[Collected data]
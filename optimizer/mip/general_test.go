package mip

import (
	"context"
	"errors"
	"math"
	"math/rand/v2"
	"testing"

	"gonum.org/v1/gonum/mat"
	glp "gonum.org/v1/gonum/optimize/convex/lp"
)

// bruteMIP enumerates every integer assignment of a small bounded MIP;
// for each, the continuous part is solved with gonum's simplex
// (gonum.org/v1/gonum/optimize/convex/lp, an independent LP code). It
// returns the optimum (+Inf when infeasible).
func bruteMIP(t *testing.T, p *Problem) float64 {
	q := &p.LP
	n, m := q.NumCols, q.NumRows
	var ints, conts []int
	for j := 0; j < n; j++ {
		if p.Integer[j] {
			ints = append(ints, j)
		} else {
			conts = append(conts, j)
		}
	}
	dense := make([][]float64, m)
	for i := range dense {
		dense[i] = make([]float64, n)
	}
	for j := 0; j < n; j++ {
		for k := q.ColStart[j]; k < q.ColStart[j+1]; k++ {
			dense[q.RowIndex[k]][j] = q.Value[k]
		}
	}
	best := math.Inf(1)
	x := make([]float64, n)
	var rec func(k int)
	rec = func(k int) {
		if k < len(ints) {
			j := ints[k]
			for v := math.Ceil(q.ColLo[j]); v <= q.ColUp[j]; v++ {
				x[j] = v
				rec(k + 1)
			}
			return
		}
		base := p.ObjOffset
		for _, j := range ints {
			base += q.Obj[j] * x[j]
		}
		lo := make([]float64, m)
		up := make([]float64, m)
		for i := 0; i < m; i++ {
			a := 0.0
			for _, j := range ints {
				a += dense[i][j] * x[j]
			}
			lo[i], up[i] = q.RowLo[i]-a, q.RowUp[i]-a
		}
		if len(conts) == 0 {
			for i := 0; i < m; i++ {
				if lo[i] > 1e-9 || up[i] < -1e-9 {
					return
				}
			}
			best = math.Min(best, base)
			return
		}
		// G y ≤ h and A y = b over the continuous columns.
		var G [][]float64
		var h []float64
		var A [][]float64
		var b []float64
		row := func(i int, sign float64) []float64 {
			r := make([]float64, len(conts))
			for k, j := range conts {
				r[k] = sign * dense[i][j]
			}
			return r
		}
		for i := 0; i < m; i++ {
			// Equalities go in as two inequalities: gonum's Simplex
			// panics when equalities outnumber the variables.
			if !math.IsInf(up[i], 1) {
				G = append(G, row(i, 1))
				h = append(h, up[i])
			}
			if !math.IsInf(lo[i], -1) {
				G = append(G, row(i, -1))
				h = append(h, -lo[i])
			}
		}
		for k, j := range conts {
			r := make([]float64, len(conts))
			r[k] = 1
			G = append(G, r)
			h = append(h, q.ColUp[j])
			r = make([]float64, len(conts))
			r[k] = -1
			G = append(G, r)
			h = append(h, -q.ColLo[j])
		}
		c := make([]float64, len(conts))
		for k, j := range conts {
			c[k] = q.Obj[j]
		}
		toMat := func(rows [][]float64) mat.Matrix {
			if len(rows) == 0 {
				return nil
			}
			d := mat.NewDense(len(rows), len(conts), nil)
			for i, r := range rows {
				d.SetRow(i, r)
			}
			return d
		}
		var bb []float64
		if len(b) > 0 {
			bb = b
		}
		cNew, aNew, bNew := glp.Convert(c, toMat(G), h, toMat(A), bb)
		f, _, err := glp.Simplex(cNew, aNew, bNew, 1e-10, nil)
		if errors.Is(err, glp.ErrInfeasible) {
			return
		}
		if err != nil {
			t.Fatalf("gonum simplex: %v", err)
		}
		best = math.Min(best, base+f)
	}
	rec(0)
	return best
}

func TestRandomGeneralMIPVsBruteForce(t *testing.T) {
	rng := rand.New(rand.NewPCG(21, 4))
	optimal, infeasible := 0, 0
	for trial := 0; trial < 120; trial++ {
		p := randomGeneralMIP(rng, 1+rng.IntN(5), 2+rng.IntN(5))
		want := bruteMIP(t, p)
		res, err := Solve(context.Background(), p, Options{})
		if err != nil {
			t.Fatalf("trial %d: %v", trial, err)
		}
		if math.IsInf(want, 1) {
			infeasible++
			if res.Status != Infeasible {
				t.Fatalf("trial %d: %v obj %v; brute force says infeasible", trial, res.Status, res.Obj)
			}
			continue
		}
		optimal++
		if res.Status != Optimal || math.Abs(res.Obj-want) > 1e-6*math.Max(1, math.Abs(want)) {
			t.Fatalf("trial %d: %v obj %v; brute force optimum %v", trial, res.Status, res.Obj, want)
		}
		if v, ok := checkFeasible(p, res.X); !ok || math.Abs(v-res.Obj) > 1e-6*math.Max(1, math.Abs(v)) {
			t.Fatalf("trial %d: X infeasible or objective %v ≠ %v", trial, v, res.Obj)
		}
	}
	t.Logf("%d optimal, %d infeasible instances", optimal, infeasible)
	if optimal < 20 || infeasible < 5 {
		t.Errorf("random generator gives too few cases of a kind: %d optimal, %d infeasible", optimal, infeasible)
	}
}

Exercise objective
Provide an exact transcription of every entry above.

Expected answer
filename optimizer/mip/general_test.go
package mip

import (
	"context"
	"errors"
	"math"
	"math/rand/v2"
	"testing"

	"gonum.org/v1/gonum/mat"
	glp "gonum.org/v1/gonum/optimize/convex/lp"
)

// bruteMIP enumerates every integer assignment of a small bounded MIP;
// for each, the continuous part is solved with gonum's simplex
// (gonum.org/v1/gonum/optimize/convex/lp, an independent LP code). It
// returns the optimum (+Inf when infeasible).
func bruteMIP(t *testing.T, p *Problem) float64 {
	q := &p.LP
	n, m := q.NumCols, q.NumRows
	var ints, conts []int
	for j := 0; j < n; j++ {
		if p.Integer[j] {
			ints = append(ints, j)
		} else {
			conts = append(conts, j)
		}
	}
	dense := make([][]float64, m)
	for i := range dense {
		dense[i] = make([]float64, n)
	}
	for j := 0; j < n; j++ {
		for k := q.ColStart[j]; k < q.ColStart[j+1]; k++ {
			dense[q.RowIndex[k]][j] = q.Value[k]
		}
	}
	best := math.Inf(1)
	x := make([]float64, n)
	var rec func(k int)
	rec = func(k int) {
		if k < len(ints) {
			j := ints[k]
			for v := math.Ceil(q.ColLo[j]); v <= q.ColUp[j]; v++ {
				x[j] = v
				rec(k + 1)
			}
			return
		}
		base := p.ObjOffset
		for _, j := range ints {
			base += q.Obj[j] * x[j]
		}
		lo := make([]float64, m)
		up := make([]float64, m)
		for i := 0; i < m; i++ {
			a := 0.0
			for _, j := range ints {
				a += dense[i][j] * x[j]
			}
			lo[i], up[i] = q.RowLo[i]-a, q.RowUp[i]-a
		}
		if len(conts) == 0 {
			for i := 0; i < m; i++ {
				if lo[i] > 1e-9 || up[i] < -1e-9 {
					return
				}
			}
			best = math.Min(best, base)
			return
		}
		// G y ≤ h and A y = b over the continuous columns.
		var G [][]float64
		var h []float64
		var A [][]float64
		var b []float64
		row := func(i int, sign float64) []float64 {
			r := make([]float64, len(conts))
			for k, j := range conts {
				r[k] = sign * dense[i][j]
			}
			return r
		}
		for i := 0; i < m; i++ {
			// Equalities go in as two inequalities: gonum's Simplex
			// panics when equalities outnumber the variables.
			if !math.IsInf(up[i], 1) {
				G = append(G, row(i, 1))
				h = append(h, up[i])
			}
			if !math.IsInf(lo[i], -1) {
				G = append(G, row(i, -1))
				h = append(h, -lo[i])
			}
		}
		for k, j := range conts {
			r := make([]float64, len(conts))
			r[k] = 1
			G = append(G, r)
			h = append(h, q.ColUp[j])
			r = make([]float64, len(conts))
			r[k] = -1
			G = append(G, r)
			h = append(h, -q.ColLo[j])
		}
		c := make([]float64, len(conts))
		for k, j := range conts {
			c[k] = q.Obj[j]
		}
		toMat := func(rows [][]float64) mat.Matrix {
			if len(rows) == 0 {
				return nil
			}
			d := mat.NewDense(len(rows), len(conts), nil)
			for i, r := range rows {
				d.SetRow(i, r)
			}
			return d
		}
		var bb []float64
		if len(b) > 0 {
			bb = b
		}
		cNew, aNew, bNew := glp.Convert(c, toMat(G), h, toMat(A), bb)
		f, _, err := glp.Simplex(cNew, aNew, bNew, 1e-10, nil)
		if errors.Is(err, glp.ErrInfeasible) {
			return
		}
		if err != nil {
			t.Fatalf("gonum simplex: %v", err)
		}
		best = math.Min(best, base+f)
	}
	rec(0)
	return best
}

func TestRandomGeneralMIPVsBruteForce(t *testing.T) {
	rng := rand.New(rand.NewPCG(21, 4))
	optimal, infeasible := 0, 0
	for trial := 0; trial < 120; trial++ {
		p := randomGeneralMIP(rng, 1+rng.IntN(5), 2+rng.IntN(5))
		want := bruteMIP(t, p)
		res, err := Solve(context.Background(), p, Options{})
		if err != nil {
			t.Fatalf("trial %d: %v", trial, err)
		}
		if math.IsInf(want, 1) {
			infeasible++
			if res.Status != Infeasible {
				t.Fatalf("trial %d: %v obj %v; brute force says infeasible", trial, res.Status, res.Obj)
			}
			continue
		}
		optimal++
		if res.Status != Optimal || math.Abs(res.Obj-want) > 1e-6*math.Max(1, math.Abs(want)) {
			t.Fatalf("trial %d: %v obj %v; brute force optimum %v", trial, res.Status, res.Obj, want)
		}
		if v, ok := checkFeasible(p, res.X); !ok || math.Abs(v-res.Obj) > 1e-6*math.Max(1, math.Abs(v)) {
			t.Fatalf("trial %d: X infeasible or objective %v ≠ %v", trial, v, res.Obj)
		}
	}
	t.Logf("%d optimal, %d infeasible instances", optimal, infeasible)
	if optimal < 20 || infeasible < 5 {
		t.Errorf("random generator gives too few cases of a kind: %d optimal, %d infeasible", optimal, infeasible)
	}
}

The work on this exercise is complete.